Give back an exact copy of the lines from the start of the material through the line bearing "from dataclasses import dataclass". Include both ends and nothing else.

**Source material:**
###

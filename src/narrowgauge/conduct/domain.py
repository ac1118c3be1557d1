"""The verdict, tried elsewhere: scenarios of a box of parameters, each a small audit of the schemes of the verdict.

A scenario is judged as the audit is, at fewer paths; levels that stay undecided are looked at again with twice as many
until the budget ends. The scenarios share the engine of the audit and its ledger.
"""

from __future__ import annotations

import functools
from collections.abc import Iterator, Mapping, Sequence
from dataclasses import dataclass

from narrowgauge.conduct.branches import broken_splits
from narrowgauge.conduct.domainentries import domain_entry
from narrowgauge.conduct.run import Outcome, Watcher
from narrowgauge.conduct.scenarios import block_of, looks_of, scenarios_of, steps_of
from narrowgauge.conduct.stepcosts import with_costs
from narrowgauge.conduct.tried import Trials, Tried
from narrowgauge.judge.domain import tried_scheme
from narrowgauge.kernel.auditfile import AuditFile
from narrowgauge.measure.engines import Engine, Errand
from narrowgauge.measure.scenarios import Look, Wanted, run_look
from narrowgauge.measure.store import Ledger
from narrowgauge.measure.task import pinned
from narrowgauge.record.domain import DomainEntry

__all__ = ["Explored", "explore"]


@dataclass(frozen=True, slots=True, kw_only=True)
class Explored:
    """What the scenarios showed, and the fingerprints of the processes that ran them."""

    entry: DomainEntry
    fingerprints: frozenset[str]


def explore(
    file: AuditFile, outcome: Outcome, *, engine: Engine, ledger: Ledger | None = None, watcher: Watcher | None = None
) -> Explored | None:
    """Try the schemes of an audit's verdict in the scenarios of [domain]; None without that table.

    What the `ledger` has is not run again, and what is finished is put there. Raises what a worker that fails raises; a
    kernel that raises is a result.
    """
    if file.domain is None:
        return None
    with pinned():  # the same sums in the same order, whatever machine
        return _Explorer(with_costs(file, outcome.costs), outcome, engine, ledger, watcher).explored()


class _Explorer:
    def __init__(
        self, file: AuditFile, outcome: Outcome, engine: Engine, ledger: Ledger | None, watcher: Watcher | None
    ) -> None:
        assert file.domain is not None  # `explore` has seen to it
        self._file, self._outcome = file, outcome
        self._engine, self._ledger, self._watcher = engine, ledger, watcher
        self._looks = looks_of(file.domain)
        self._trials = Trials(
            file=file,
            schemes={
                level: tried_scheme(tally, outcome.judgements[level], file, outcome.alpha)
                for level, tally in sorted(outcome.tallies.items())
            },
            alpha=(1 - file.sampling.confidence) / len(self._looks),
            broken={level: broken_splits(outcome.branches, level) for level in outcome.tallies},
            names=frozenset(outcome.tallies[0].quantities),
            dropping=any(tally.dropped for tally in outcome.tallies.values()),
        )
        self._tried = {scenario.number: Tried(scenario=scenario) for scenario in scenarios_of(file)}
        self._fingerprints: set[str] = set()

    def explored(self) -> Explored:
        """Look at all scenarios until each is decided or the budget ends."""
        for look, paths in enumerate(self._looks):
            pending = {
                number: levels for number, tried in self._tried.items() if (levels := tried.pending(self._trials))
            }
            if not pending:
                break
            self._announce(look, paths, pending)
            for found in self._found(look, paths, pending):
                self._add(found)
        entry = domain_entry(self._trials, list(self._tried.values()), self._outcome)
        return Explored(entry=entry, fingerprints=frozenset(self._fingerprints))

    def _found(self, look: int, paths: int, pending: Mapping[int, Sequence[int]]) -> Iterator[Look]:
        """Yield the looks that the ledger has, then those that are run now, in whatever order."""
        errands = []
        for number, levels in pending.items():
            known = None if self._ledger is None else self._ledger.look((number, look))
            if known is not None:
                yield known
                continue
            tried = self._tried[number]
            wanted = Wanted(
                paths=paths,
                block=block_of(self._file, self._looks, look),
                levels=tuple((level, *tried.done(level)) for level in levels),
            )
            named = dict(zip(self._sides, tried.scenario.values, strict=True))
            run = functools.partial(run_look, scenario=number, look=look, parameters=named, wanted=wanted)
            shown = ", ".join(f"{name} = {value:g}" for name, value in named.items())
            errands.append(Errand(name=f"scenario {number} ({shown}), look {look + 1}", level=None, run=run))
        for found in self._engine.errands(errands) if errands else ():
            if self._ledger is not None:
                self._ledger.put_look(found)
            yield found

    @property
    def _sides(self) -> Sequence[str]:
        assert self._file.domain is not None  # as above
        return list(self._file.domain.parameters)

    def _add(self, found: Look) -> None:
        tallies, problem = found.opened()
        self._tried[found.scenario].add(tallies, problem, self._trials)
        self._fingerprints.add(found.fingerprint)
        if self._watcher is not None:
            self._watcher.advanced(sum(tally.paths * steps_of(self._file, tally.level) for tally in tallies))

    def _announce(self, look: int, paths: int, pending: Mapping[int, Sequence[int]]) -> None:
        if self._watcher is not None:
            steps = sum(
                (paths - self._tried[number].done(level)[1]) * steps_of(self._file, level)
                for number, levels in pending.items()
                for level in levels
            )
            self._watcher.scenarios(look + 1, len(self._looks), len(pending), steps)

###

**Reply to the task:**
filename src/narrowgauge/conduct/domain.py
repository ac1118c3be1557d1
"""The verdict, tried elsewhere: scenarios of a box of parameters, each a small audit of the schemes of the verdict.

A scenario is judged as the audit is, at fewer paths; levels that stay undecided are looked at again with twice as many
until the budget ends. The scenarios share the engine of the audit and its ledger.
"""

from __future__ import annotations

import functools
from collections.abc import Iterator, Mapping, Sequence
from dataclasses import dataclass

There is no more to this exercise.